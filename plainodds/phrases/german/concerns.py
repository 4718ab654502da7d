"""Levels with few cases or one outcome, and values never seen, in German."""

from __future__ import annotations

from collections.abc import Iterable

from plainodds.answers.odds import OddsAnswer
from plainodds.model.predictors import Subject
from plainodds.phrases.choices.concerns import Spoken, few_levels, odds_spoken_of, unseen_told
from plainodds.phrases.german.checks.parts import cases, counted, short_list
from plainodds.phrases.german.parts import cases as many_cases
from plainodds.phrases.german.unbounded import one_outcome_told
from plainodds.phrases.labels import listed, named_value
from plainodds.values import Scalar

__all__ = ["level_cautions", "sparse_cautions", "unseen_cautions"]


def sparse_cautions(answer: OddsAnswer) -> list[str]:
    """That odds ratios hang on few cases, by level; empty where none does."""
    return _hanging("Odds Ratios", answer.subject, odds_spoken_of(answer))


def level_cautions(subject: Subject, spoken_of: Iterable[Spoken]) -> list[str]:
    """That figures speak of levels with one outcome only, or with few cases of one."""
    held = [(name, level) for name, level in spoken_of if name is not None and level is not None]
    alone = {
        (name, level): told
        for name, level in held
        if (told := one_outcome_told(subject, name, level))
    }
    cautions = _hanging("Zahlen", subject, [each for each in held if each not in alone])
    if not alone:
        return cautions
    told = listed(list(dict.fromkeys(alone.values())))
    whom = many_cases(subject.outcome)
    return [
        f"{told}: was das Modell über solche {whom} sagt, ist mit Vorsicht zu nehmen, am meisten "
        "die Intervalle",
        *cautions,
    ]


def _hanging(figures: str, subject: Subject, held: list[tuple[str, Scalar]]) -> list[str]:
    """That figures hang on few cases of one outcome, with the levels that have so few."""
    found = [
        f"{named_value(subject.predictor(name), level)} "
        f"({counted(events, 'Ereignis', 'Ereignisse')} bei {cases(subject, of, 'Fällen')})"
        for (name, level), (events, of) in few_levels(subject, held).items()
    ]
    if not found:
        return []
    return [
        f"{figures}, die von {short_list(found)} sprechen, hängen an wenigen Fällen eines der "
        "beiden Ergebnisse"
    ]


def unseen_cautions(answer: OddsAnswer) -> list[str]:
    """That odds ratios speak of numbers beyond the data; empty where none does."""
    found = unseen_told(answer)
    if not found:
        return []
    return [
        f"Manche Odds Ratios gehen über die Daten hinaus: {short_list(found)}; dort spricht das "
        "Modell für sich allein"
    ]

——

- THE TASK
The string "found" appears on some lines of the data; count those lines and report only how many there are.

- EXERCISE RESULT
6